ABD Libya Büyükelçiliği heyetinin Sebha'yı ziyaretinden (ABD Libya Büyükelçiliği’nin X hesabı)
ABD Libya Büyükelçiliği heyetinin Sebha'yı ziyaretinden (ABD Libya Büyükelçiliği’nin X hesabı)
TT

Libya'daki ‘Rus nüfuzu’ ABD Özel Temsilcisi’nin güney ziyaretini gölgede bıraktı

ABD Libya Büyükelçiliği heyetinin Sebha'yı ziyaretinden (ABD Libya Büyükelçiliği’nin X hesabı)
ABD Libya Büyükelçiliği heyetinin Sebha'yı ziyaretinden (ABD Libya Büyükelçiliği’nin X hesabı)

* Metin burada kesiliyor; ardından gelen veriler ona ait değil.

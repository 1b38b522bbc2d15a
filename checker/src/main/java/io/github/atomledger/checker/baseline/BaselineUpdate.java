package io.github.atomledger.checker.baseline;

import io.github.atomledger.checker.check.Finding;
import io.github.atomledger.checker.check.Severity;

import java.util.ArrayList;
import java.util.Collection;
import java.util.HashSet;
import java.util.LinkedHashMap;
import java.util.List;
import java.util.Map;
import java.util.Set;

/**
 * Writes a baseline from the current findings: every finding at or above a severity gets an
 * entry. An entry that already exists stays (whatever the finding's severity now) and keeps its
 * reason and who accepted it; a new one gets
 * {@link Baseline#PLACEHOLDER_REASON} and the given owner. Entries of the checked models that
 * match no finding any more are dropped; entries of models outside the run are kept unchanged.
 * Stale-entry findings are never recorded. Pure and deterministic.
 *
 * @param baseline the updated baseline
 * @param kept     entries carried over unchanged
 * @param added    new entries (with the placeholder reason)
 * @param removed  entries dropped as stale
 */
public record BaselineUpdate(Baseline baseline, List<BaselineEntry> kept, List<BaselineEntry> added,
                             List<BaselineEntry> removed) {

    public BaselineUpdate {
        kept = List.copyOf(kept);
        added = List.copyOf(added);
        removed = List.copyOf(removed);
    }

    /**
     * Computes the update.
     *
     * @param existing   the baseline as committed (or {@link Baseline#empty()})
     * @param findings   every finding of the run
     * @param modelFiles the model files the run checked
     * @param threshold  the lowest severity recorded
     * @param owner      who accepts new entries
     */
    public static BaselineUpdate of(Baseline existing, Collection<Finding> findings, Collection<String> modelFiles,
                                    Severity threshold, String owner) {
        Map<BaselineEntry.Key, BaselineEntry> next = new LinkedHashMap<>();
        List<BaselineEntry> kept = new ArrayList<>();
        List<BaselineEntry> added = new ArrayList<>();
        for (Finding f : findings.stream().sorted(Finding.ORDER).toList()) {
            if (f.ruleId().equals(BaselineMatch.STALE_RULE)) {
                continue;
            }
            BaselineEntry.Key key = BaselineEntry.Key.of(f);
            if (next.containsKey(key)) {
                continue;
            }
            BaselineEntry entry = existing.find(key).orElse(null);
            if (entry != null) {
                kept.add(entry);
            } else if (f.severity().atLeast(threshold)) {
                entry = BaselineEntry.pending(f, owner);
                added.add(entry);
            } else {
                continue;
            }
            next.put(key, entry.atLine(0));
        }
        Set<String> checked = new HashSet<>(modelFiles);
        List<BaselineEntry> removed = new ArrayList<>();
        for (BaselineEntry e : existing.entries()) {
            if (next.containsKey(e.key())) {
                continue;
            }
            if (checked.contains(e.modelFile())) {
                removed.add(e);
            } else {
                next.put(e.key(), e.atLine(0));
            }
        }
        return new BaselineUpdate(Baseline.of(new ArrayList<>(next.values())), kept, added, removed);
    }
}
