package io.github.atomledger.checker.report;

import static org.assertj.core.api.Assertions.assertThat;

import java.nio.file.Path;
import org.junit.jupiter.api.Test;

/** report.json validates against docs/report-schema.json, so the documented schema keeps up with the code. */
class JsonReporterTest {

    @Test
    void demoReportMatchesTheDocumentedSchema() throws Exception {
        String json = new JsonReporter().toJson(DemoReports.run(Path.of("target")));
        assertThat(JsonSchemas.errors(JsonSchemas.report(), json)).isEmpty();
    }

    @Test
    void failingFixtureMatchesTheDocumentedSchema() throws Exception {
        String json = new JsonReporter().toJson(Fixtures.run("charge-gap.xml"));
        assertThat(JsonSchemas.errors(JsonSchemas.report(), json)).isEmpty();
    }

    @Test
    void schemaRejectsAReportWithoutSchemaVersion() throws Exception {
        String json = new JsonReporter().toJson(Fixtures.run("charge-gap.xml")).replace("\"schemaVersion\"", "\"version\"");
        assertThat(JsonSchemas.errors(JsonSchemas.report(), json)).isNotEmpty();
    }
}
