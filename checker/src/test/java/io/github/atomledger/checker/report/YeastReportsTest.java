package io.github.atomledger.checker.report;

import io.github.atomledger.checker.engine.ReportFormat;
import static org.assertj.core.api.Assertions.assertThat;

import io.github.atomledger.checker.SharedData;
import io.github.atomledger.checker.engine.Engine;
import io.github.atomledger.checker.engine.RunConfig;
import io.github.atomledger.checker.engine.RunListener;
import io.github.atomledger.checker.engine.RunResult;

import java.nio.file.Files;
import java.nio.file.Path;
import java.util.EnumSet;
import java.util.List;
import java.util.Map;
import java.util.TreeMap;
import javax.xml.XMLConstants;
import javax.xml.transform.stream.StreamSource;
import javax.xml.validation.SchemaFactory;
import org.junit.jupiter.api.BeforeAll;
import org.junit.jupiter.api.Test;

/**
 * Every format on yeast-GEM 9.0.2 (the consensus S. cerevisiae model, CC BY 4.0, read from
 * ../shared/data; skipped when absent): 4,131 reactions, as its provenance note states. SARIF and
 * JUnit XML validate against their schemas, the HTML is well-formed and holds one card per
 * reaction, and the sizes are printed for docs/reports.md.
 */
class YeastReportsTest {

    static final Path OUT = Path.of("target", "reports-yeast");
    static RunResult result;
    static Map<String, Long> sizes = new TreeMap<>();

    @BeforeAll
    static void run() throws Exception {
        Path file = SharedData.require("yeast-GEM.xml.gz");
        RunConfig config = RunConfig.defaults(file.getParent(), List.of(file.getFileName().toString()))
                .withFormats(EnumSet.allOf(ReportFormat.class));
        result = new Engine().run(config, RunListener.SILENT);
        for (Path p : Reporters.forFormats(EnumSet.allOf(ReportFormat.class)).write(result, OUT)) {
            sizes.put(OUT.relativize(p).toString(), Files.size(p));
        }
        System.out.println("yeast-GEM report sizes (bytes): " + sizes);
    }

    @Test
    void writesEveryFormatWithOneEntryPerReaction() throws Exception {
        assertThat(result.models().get(0).reactions()).hasSize(4131);
        assertThat(sizes).hasSize(5);
        String html = Files.readString(OUT.resolve("report.html"));
        assertThat(HtmlReporterTest.parse(html).getElementsByTagName("article").getLength()).isEqualTo(4131);
        assertThat(html).contains("No atom map for this reaction: balance only.");
    }

    @Test
    void sarifAndJunitValidateAgainstTheirSchemas() throws Exception {
        assertThat(JsonSchemas.errors(JsonSchemas.sarif(), Files.readString(OUT.resolve("report.sarif")))).isEmpty();
        assertThat(JsonSchemas.errors(JsonSchemas.report(), Files.readString(OUT.resolve("report.json")))).isEmpty();
        SchemaFactory f = SchemaFactory.newInstance(XMLConstants.W3C_XML_SCHEMA_NS_URI);
        f.newSchema(getClass().getResource("junit-ci.xsd")).newValidator()
                .validate(new StreamSource(OUT.resolve("junit/TEST-atomledger.xml").toFile()));
    }

    @Test
    void markdownStaysShort() throws Exception {
        List<String> lines = Files.readAllLines(OUT.resolve("summary.md"));
        assertThat(lines.size()).isLessThan(40);
    }
}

Libya'daki ‘Rus nüfuzu’, Libyalı analistlerin ABD Özel Temsilcisi Richard Norland'ın Libya'nın güneyine yaptığı benzeri görülmemiş ziyaretin sonuçlarına ilişkin değerlendirmelerini gölgede bıraktı.

Norland'ın bu hafta başında güneydeki Sebha kentinde Mareşal Halife Hafter'in oğlu Saddam Hafter ile yaptığı görüşmelerin ayrıntıları yeterince açıklanmadı. Ancak gözlemciler Norland'ın Sebha'ya yaptığı ziyaretin ‘sembolik’ olduğunu bildirdi. Derne Üniversitesi'nde siyaset bilimi profesörü olan Yusuf el-Farisi, söz konusu ziyaretin ‘önceki güvensizlik dalgalarının ardından istikrarlı güvenlik koşulları ışığında bir ABD yetkilisinin güney kentine yaptığı ilk ziyaret’ olduğunu belirtti.

cdvfg
ABD'nin Libya Özel Temsilcisi Richard Norland, Sebha ziyareti sırasında gerçekleşen görüşmede konuşurken (ABD Libya Büyükelçiliği’nin X hesabı)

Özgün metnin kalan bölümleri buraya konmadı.